### TASK ITEM
What lines in the entries below contain the word "flatMap"? Copy all of them.

### RECORDS FOR THE TASK

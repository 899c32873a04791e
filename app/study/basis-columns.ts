import type { StudyResults } from '#engine';

/** One level along the scan in a further basis, or in the limit that the bases tend to. */
export interface BasisColumn {
  /** `FCI/cc-pVTZ`; `FCI/limit` */
  readonly label: string;
  /** hartree; null where it is not known */
  readonly energies: readonly (number | null)[];
  /** energy minus the Hartree–Fock energy in that basis */
  readonly correlation?: readonly (number | null)[];
  /** of the limit, hartree */
  readonly uncertainties?: readonly (number | null)[];
}

/** The energies of a study in its further bases, basis by basis, then in their limit; of CIS the lowest state. */
export function basisColumns({
  study,
  basis: own,
  furtherBases = [],
  basisSetLimit,
}: StudyResults): readonly BasisColumn[] {
  const taken = [own.name];
  const inBases = furtherBases.flatMap(({ basis, levels }) => {
    // sets of the user's own may share a name
    const before = taken.filter((name) => name === basis.name).length;
    taken.push(basis.name);
    const name = before === 0 ? basis.name : `${basis.name} (${before + 1})`;
    return study.levels.flatMap((level): BasisColumn[] => {
      const inBasis = levels[level];
      return inBasis ? [{ label: `${level}/${name}`, ...inBasis }] : [];
    });
  });
  if (basisSetLimit?.kind !== 'found') return inBases;
  const inLimit = study.levels.flatMap((level): BasisColumn[] => {
    const energies = basisSetLimit.levels[level]?.energies;
    if (!energies) return [];
    return [
      {
        label: `${level}/limit`,
        energies: energies.map((estimate) => estimate?.value ?? null),
        uncertainties: energies.map((estimate) => estimate?.uncertainty ?? null),
      },
    ];
  });
  return [...inBases, ...inLimit];
}
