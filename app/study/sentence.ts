import type { BasisRequest, ScanCoordinate, Study, StudyAtom, StudyScan } from '#engine';
import { atomLabel, formula } from './formula';

export type SentencePartName =
  | 'molecule'
  | 'bonds'
  | 'from'
  | 'to'
  | 'steps'
  | 'basis'
  | 'levels'
  | 'states'
  | 'core';

/** A piece of the study sentence: plain words, or a word that stands for a value of the study. */
export interface SentencePart {
  readonly text: string;
  readonly part?: SentencePartName;
  /** of the value in the study */
  readonly place?: string;
}

/** The study as one sentence: “Pull the He–H bond of HeH⁺ from 0.4 to 6 Å in 40 steps, in STO-3G, with RHF and FCI.” */
export function studySentence(study: Study): string {
  return sentenceParts(study)
    .map(({ text }) => text)
    .join('');
}

/** The study sentence in pieces, so that a window can let each value be edited and show an issue at its word. */
export function sentenceParts(study: Study): readonly SentencePart[] {
  const { molecule, scan, levels, states = 1, frozenCore, active, orbitals } = study;
  const furtherBases = study.findings?.bases ?? [];
  const moleculePart = value('molecule', 'molecule', moleculeText(study));
  return [
    ...(scan
      ? [
          plain(`${verb(scan.coordinate)} `),
          value('bonds', 'scan.coordinate', coordinateText(scan.coordinate, molecule.atoms)),
          plain(' of '),
          moleculePart,
          ...('bonds' in scan.coordinate && scan.coordinate.bonds.length > 1 ? [plain(' together')] : []),
          plain(' '),
          ...rangeParts(scan, 'bonds' in scan.coordinate ? (molecule.unit === 'bohr' ? ' bohr' : ' Å') : '°'),
        ]
      : [plain('Compute '), moleculePart, plain(' at '), value('bonds', 'scan', 'the geometry given')]),
    plain(', in '),
    value('basis', 'basis', basisText(study.basis)),
    ...(furtherBases.length > 0 ? [plain(`, also in ${enumerate(furtherBases.map(basisText))}`)] : []),
    plain(', with '),
    value('levels', 'levels', enumerate(levels)),
    ...(states > 1 ? [plain(', '), value('states', 'states', `${numeral(states)} states of each`)] : []),
    ...(frozenCore ? [plain(', '), value('core', 'frozenCore', 'core frozen')] : []),
    ...(active
      ? [
          plain(', '),
          value('core', 'active', `${active.electrons} electrons in ${active.orbitals} orbitals active`),
        ]
      : []),
    ...(orbitals === 'unrestricted' ? [plain(', '), value('core', 'orbitals', 'on UHF orbitals')] : []),
    plain('.'),
  ];
}

/** The word of the sentence that an issue's place belongs to; undefined for what the sentence does not say. */
export function partOfPlace(place: string): SentencePartName | undefined {
  const isWithin = (outer: string) =>
    place === outer || ['.', '['].some((next) => place.startsWith(outer + next));
  return PLACES.find(([outer]) => isWithin(outer))?.[1];
}

/** Longer places before those that contain them. */
const PLACES: readonly (readonly [string, SentencePartName])[] = [
  ['molecule', 'molecule'],
  ['scan.from', 'from'],
  ['scan.to', 'to'],
  ['scan.count', 'steps'],
  ['scan.values', 'steps'],
  ['scan', 'bonds'],
  ['basis', 'basis'],
  ['levels', 'levels'],
  ['states', 'states'],
  ['frozenCore', 'core'],
  ['active', 'core'],
  ['orbitals', 'core'],
];

function plain(text: string): SentencePart {
  return { text };
}

function value(part: SentencePartName, place: string, text: string): SentencePart {
  return { text, part, place };
}

function verb(coordinate: ScanCoordinate): string {
  if ('bonds' in coordinate) return 'Pull';
  return 'angle' in coordinate ? 'Bend' : 'Turn';
}

const SPIN_WORDS = ['singlet', 'doublet', 'triplet', 'quartet', 'quintet', 'sextet', 'septet'];

/** The lowest multiplicities, 1 and 2, go without saying; ghosts are named, since the formula leaves them out. */
function moleculeText({ molecule }: Study): string {
  const { multiplicity = 1, atoms } = molecule;
  const spin = multiplicity < 3 ? '' : `${SPIN_WORDS[multiplicity - 1] ?? `multiplicity-${multiplicity}`} `;
  const ghosts = atoms.filter((atom) => atom.ghost).map(({ element }) => element);
  return `${spin}${formula(molecule)}${ghosts.length > 0 ? ` with ghost ${enumerate(ghosts)}` : ''}`;
}

function coordinateText(coordinate: ScanCoordinate, atoms: readonly StudyAtom[]): string {
  const label = (index: number) => {
    const atom = atoms[index];
    return atom ? atomLabel(atom) : `atom ${index}`;
  };
  if ('angle' in coordinate) return `the ${coordinate.angle.map(label).join('–')} angle`;
  if ('dihedral' in coordinate) return `the ${coordinate.dihedral.map(label).join('–')} dihedral angle`;
  return bondsText(coordinate.bonds, atoms, label);
}

function bondsText(
  bonds: readonly (readonly [number, number])[],
  atoms: readonly StudyAtom[],
  label: (index: number) => string,
): string {
  const kinds = new Map<string, { readonly name: string; count: number; readonly possible: number }>();
  for (const [a, b] of bonds) {
    const [first, second] = [label(a), label(b)];
    const key = [first, second].sort().join();
    const kind = kinds.get(key);
    if (kind) {
      kind.count++;
      continue;
    }
    const alike = (name: string) => atoms.filter((atom) => atomLabel(atom) === name).length;
    const possible =
      first === second ? (alike(first) * (alike(first) - 1)) / 2 : alike(first) * alike(second);
    kinds.set(key, { name: `${first}–${second}`, count: 1, possible });
  }
  return enumerate(
    [...kinds.values()].map(
      ({ name, count, possible }) =>
        `${bondCount(count, possible)} ${name} ${count === 1 ? 'bond' : 'bonds'}`,
    ),
  );
}

/** “the” only pair of such atoms, “both” or “all three” of them, or “one” or “two” of more. */
function bondCount(count: number, possible: number): string {
  if (count < possible) return numeral(count);
  if (count === 1) return 'the';
  return count === 2 ? 'both' : `all ${numeral(count)}`;
}

function rangeParts(scan: StudyScan, unit: string): readonly SentencePart[] {
  if (!('values' in scan)) {
    return [
      plain('from '),
      value('from', 'scan.from', numberText(scan.from)),
      plain(' to '),
      value('to', 'scan.to', numberText(scan.to)),
      plain(`${unit} in `),
      value('steps', 'scan.count', String(scan.count)),
      plain(' steps'),
    ];
  }
  if (scan.values.length === 1) {
    return [plain('to '), value('steps', 'scan.values', numberText(scan.values[0]!)), plain(unit)];
  }
  return [
    plain('from '),
    value('from', 'scan.values', numberText(Math.min(...scan.values))),
    plain(' to '),
    value('to', 'scan.values', numberText(Math.max(...scan.values))),
    plain(`${unit} at `),
    value('steps', 'scan.values', String(scan.values.length)),
    plain(' chosen values'),
  ];
}

function basisText(basis: BasisRequest): string {
  if (typeof basis === 'string') return basis;
  if ('file' in basis) return `the basis set of ${basis.file}`;
  if ('optimiseScale' in basis && basis.optimiseScale) return `${basis.name} with scale factors optimised`;
  if ('scaleFactors' in basis) return `${basis.name} with chosen scale factors`;
  if ('optimiseScale' in basis) return basis.name;
  if ('evenTempered' in basis && basis.name.toLowerCase() === 'even-tempered')
    return 'an even-tempered basis set';
  return `the basis set “${basis.name}”`;
}

/** “RHF, CISD and FCI” */
function enumerate(items: readonly string[]): string {
  return items.length < 2 ? items.join() : `${items.slice(0, -1).join(', ')} and ${items.at(-1)}`;
}

/** Small counts as words. */
function numeral(count: number): string {
  return (
    ['no', 'one', 'two', 'three', 'four', 'five', 'six', 'seven', 'eight', 'nine'][count] ?? String(count)
  );
}

function numberText(number: number): string {
  return String(number).replace('-', '−');
}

### EXERCISE OUTPUT
  const inBases = furtherBases.flatMap(({ basis, levels }) => {
    return study.levels.flatMap((level): BasisColumn[] => {
  const inLimit = study.levels.flatMap((level): BasisColumn[] => {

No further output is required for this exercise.